Blog

Latest news and updates from the PlayFab developers

by ZachStone 2017-07-17

Introducing Data "Sharehousing" with Snowflake

Thanks to our integration with cloud-based data warehouse provider Snowflake, PlayFab can now provide one-click access to all your game's raw data, in near-real time, via SQL. No messing around with log files, data export, custom ETL, or balky import scripts -- it just works!

Why should you care?
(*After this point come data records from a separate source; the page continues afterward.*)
import { queryOptions, useQuery } from '@tanstack/react-query'
import { listAthletes } from '../../../shared/contracts/athletes.ts'
import { call } from '../client.ts'
import { athleteKeys } from './athlete-keys.ts'

export function athletesQuery() {
  return queryOptions({
    queryKey: athleteKeys.list(),
    queryFn: async ({ signal }) => (await call(listAthletes, {}, { signal })).athletes,
  })
}

/** Every athlete of the club, archived ones too. */
export function useAthletes() {
  return useQuery(athletesQuery())
}
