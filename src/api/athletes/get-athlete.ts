import { queryOptions, useQuery } from '@tanstack/react-query'
import { getAthlete } from '../../../shared/contracts/athletes.ts'
import { call } from '../client.ts'
import { athleteKeys } from './athlete-keys.ts'

export function athleteQuery(athleteId: string) {
  return queryOptions({
    queryKey: athleteKeys.detail(athleteId),
    queryFn: ({ signal }) => call(getAthlete, { params: { athleteId } }, { signal }),
  })
}

/** The athlete with one point a session, oldest first. */
export function useAthlete(athleteId: string) {
  return useQuery(athleteQuery(athleteId))
}
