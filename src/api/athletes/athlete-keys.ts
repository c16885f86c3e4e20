export const athleteKeys = {
  all: ['athletes'] as const,
  list: () => [...athleteKeys.all, 'list'] as const,
  detail: (athleteId: string) => [...athleteKeys.all, 'detail', athleteId] as const,
}
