import type { ForceUnit, TimeUnit } from '../column-map.ts'

/**
 * Words and abbreviations met in column headings, lower case and without accents, in the languages in which
 * exports are common. They are terms of the field and dictionary words.
 */
export const words = (...lists: string[]): Set<string> => new Set(lists.flatMap((list) => list.split(' ')))

export const TIME_WORDS = words(
  'time t timestamp elapsed clock zeit uhrzeit temps heure tiempo hora tempo tijd tid',
)

/** The number of a sample, or of a frame of samples. */
export const SAMPLE_WORDS = words(
  'sample samples frame frames index row nr no num number point scan n',
  'probe bild muestra echantillon campione monster punkt',
)

/** The number of a sample within a frame. */
export const WITHIN_WORDS = words('subframe subframes subsample subsamples sub')

export const FORCE_WORDS = words(
  'force forces f fz grf vgrf grfz grfv load',
  'kraft bodenreaktionskraft fuerza forza forca kracht',
)

export const LEFT_WORDS = words(
  'left l lt lft fzl lfz leftfoot leftleg',
  'links linker linke li gauche izquierda izquierdo izq sinistra sinistro sx esquerda esquerdo esq vanster venstre',
)

export const RIGHT_WORDS = words(
  'right r rt rgt fzr rfz rightfoot rightleg',
  'rechts rechter rechte re droite droit derecha derecho der destra destro dx direita direito dir hoger hoyre hojre',
)

export const TOTAL_WORDS = words('total sum combined both gesamt summe somme suma totale')

/** Headings that say in words which way the force points. */
export const VERTICAL_WORDS = words('vgrf grfv vertical vert vertikal verticale verticaal')

/** Letters of the axes; which of them points up is the laboratory's choice. */
export const AXIS_WORDS = new Map<string, 'x' | 'y' | 'z'>([
  ...(['x', 'fx', 'grfx', 'rx'] as const).map((word) => [word, 'x'] as const),
  ...(['y', 'fy', 'grfy', 'ry'] as const).map((word) => [word, 'y'] as const),
  ...(['z', 'fz', 'grfz', 'rz', 'fzl', 'fzr', 'lfz', 'rfz'] as const).map((word) => [word, 'z'] as const),
])

/** Horizontal directions in words. */
export const HORIZONTAL_WORDS = words(
  'horizontal shear ap ml anterior posterior mediolateral anteroposterior forward sideways',
)

/** Parts of one plate: the corners or halves whose forces add up to it. */
export const PART_WORDS = words(
  'front rear back heel toe forefoot rearfoot inner outer medial lateral',
  'cell sensor corner a b c d 1 2 3 4',
)

/** Quantities that are no vertical force and no time of day, whatever else their heading says. */
export const OTHER_WORDS = words(
  'mx my mz moment torque',
  'resultant net cop copx copy ax ay velocity speed displacement position acceleration power impulse work rate rfd',
  'emg trigger sync marker event phase label angle temperature status valid contact flight asymmetry mass',
  'filtered smoothed normalised normalized percent peak mean max min',
)

const units = <Unit>(unit: Unit, spellings: string): [string, Unit][] =>
  spellings.split(' ').map((text) => [text, unit])

/** Spellings of a unit, lower case. A plate that shows kilograms or pounds means their weight. */
export const FORCE_UNITS = new Map<string, ForceUnit>([
  ...units('N' as const, 'n newton newtons'),
  ...units('kN' as const, 'kn kilonewton kilonewtons'),
  ...units('kgf' as const, 'kgf kp kg kilogram kilograms kilogramforce kilopond'),
  ...units('lbf' as const, 'lbf lb lbs pound pounds poundforce'),
  ...units('BW' as const, 'bw xbw ×bw bodyweight bodyweights n/bw kg/kg'),
  ...units('%BW' as const, '%bw bw% %bodyweight'),
])

/** Spellings that mean a mass, taken as its weight. */
export const MASS_SPELLINGS = words('kg kilogram kilograms lb lbs pound pounds')

export const TIME_UNITS = new Map<string, TimeUnit>([
  ...units('s' as const, 's sec secs second seconds sek sekunden segundos secondes'),
  ...units('ms' as const, 'ms msec msecs millisecond milliseconds millisekunden'),
  ...units('us' as const, 'us µs μs usec microsecond microseconds'),
  ...units('min' as const, 'min mins minute minutes'),
  ...units('clock' as const, 'hh:mm:ss hh:mm:ss.sss hh:mm:ss.fff hh:mm:ss,sss'),
  ...units('samples' as const, 'sample samples frame frames smp'),
])

/** Units that are known and neither those of force nor of time. */
export const OTHER_UNITS = words(
  'g % v mv uv bit bits counts adc',
  'm cm mm m/s m/s2 m/s^2 m.s-1 w w/kg n/kg n/s nm n.m n*m n·m nmm n·mm ns n.s n·s',
  'h hz deg ° rad j °c',
)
Because data is the life-blood a modern game, and the need for high-quality, real-time data goes well beyond reporting simple vanity metrics like DAU, retention, and ARPU. To identify problems, test hypotheses, and ultimately improve your game, there is no substitute for gathering, storing, and then being able to quickly analyze large quantities of raw data from your game.

Until now, this has been hard because of these three challenges:

  1. How to capture the right data in the first place, and getting it off the client device and into the pipeline?
  2. The data schema (what information you are capturing) is constantly changing as you capture new data events
  3. Games generate a LOT of data, and moving it around is expensive.

Together, PlayFab and Snowflake have solved these problems, which is why we are so excited to announce the Snowflake add-on in PlayFab's marketplace.

You can learn how to setup and use this new feature in our Snowflake tutorial.

For a demo, watch the following video.


What Is Happening Under the Hood

Many of you are familiar with PlayStream. In this context, you can think of it as a stream of raw JSON objects, which describe everything happening in your game. It has PlayFab's common events that we generate from the backend. I.E, when a player logs in, we generate a "player_logged_in" event. It also has custom events with arbitrary schema. These events are specific to your game, and PlayFab does not need to know the schema ahead of time.

We already load everyone's PlayStream data into our Snowflake account. This is where we generate reports, among other things. Note Snowflake has full SQL and direct JSON support. Which means the raw data is loaded directly into Snowflake with no transformation. This way we use the most honest representation of the data possible. And because these events come through the backend, the data reliability is incredibly good.

Once Snowflake released their new Data Sharing Feature, we were finally able to setup secure views of the data, and then share those views with you. This avoids ETL entirely. Magically, Snowflake is using exactly the same files. But Snowflake's Secure View guarantees that your data is truly isolated. This means you get direct access to a direct feed of your data, without any custom import needed.

Why We Love Snowflake

We love Snowflake for more than just their data sharing. We had already chosen Snowflake over other data warehouses to use for our internal data warehouse for two main reasons:

  • Snowflake decouples compute and storage, keeping costs way down. Our query load is heavy for about 1 hour a day. Otherwise it's usually off. Solutions like Redshift are on 24 hours a day, but Snowflake specialized in this kind of load. Furthermore, heavy write doesn't interfere with heavy read. But we still get read committed, global transactions.
  • Snowflake has direct JSON support. We load the raw data into Snowflake, and never change it. We then use views to parse out pieces of the JSON we know, so it feels like a normal table. So changing schema is just changing a view, not migrating a table. This has saved me weeks of work over the last 6 months.

We believe Snowflake is the best tool for consuming your data. Its flexibility and pay-as-you-go pricing make it great for small indie teams. And its security focus and efficient handling of large, diverse data sets make it great for larger enterprise as well. PlayFab's simple integration makes it easy to get the right data into Snowflake when you need it. Just enable your Snowflake add-on and see for yourself!